Title: Siluro-Devonian Strata in Central Kansas

Author(s): Hall Taylor (2)

Abstract:

The Siluro-Devonian Misener sandstone and underlying Hunton limestone are extensive in the subsurface section of central Kansas. They are only approximately equivalent in age to similarly named formations in the Oklahoma surface section.

The Misener is a shale and limestone-bearing sand which varies in thickness, and is missing in places. Its impure lithology, irregular distribution, and direct superposition upon both Ordovician and Siluro-Devonian rocks indicate formation during widespread pre-Mississippian erosion intervals.

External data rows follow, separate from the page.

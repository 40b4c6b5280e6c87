/** Largest file or pasted text, bytes, and the number as people say it. */
export const largestText = 5 * 1024 * 1024;
export const largestTextWords = '5 MB';
/** Most rows of one table. */
export const mostRows = 20_000;
/** Longest line and most columns that can be a row of a table. */
export const longestLine = 10_000;
export const mostColumns = 100;

/** What a table may hold: radius in kpc, speed and error in km/s. */
export const largestRadius = 1000;
export const largestSpeed = 2000;
export const largestError = 1000;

In north-central Kansas the Hunton is primarily a dolomitic limestone. In a southwesterly direction it thins from several hundred feet to zero. Correlations based on chert lithologies indicate that lower Hunton beds disappear toward the southwest because of overlap in that direction, middle Hunton strata are the most extensive, and upper Hunton beds thin and disappear toward the southwest because of erosion, coupled with offlap toward the northeast. Most of the beds are regarded as Silurian, with Devonian present only in the northeastern part of the area, but fossil evidence is scant, and lithologic breaks are obscure.

Hunton limestones in south-central Kansas are normally less than 60 feet thick, and are not directly connected with those at the north. They cover a larger area than previously mapped, and extend into the region east of the buried Nemaha granite ridge. Inconclusive evidence indicates they are Silurian in age.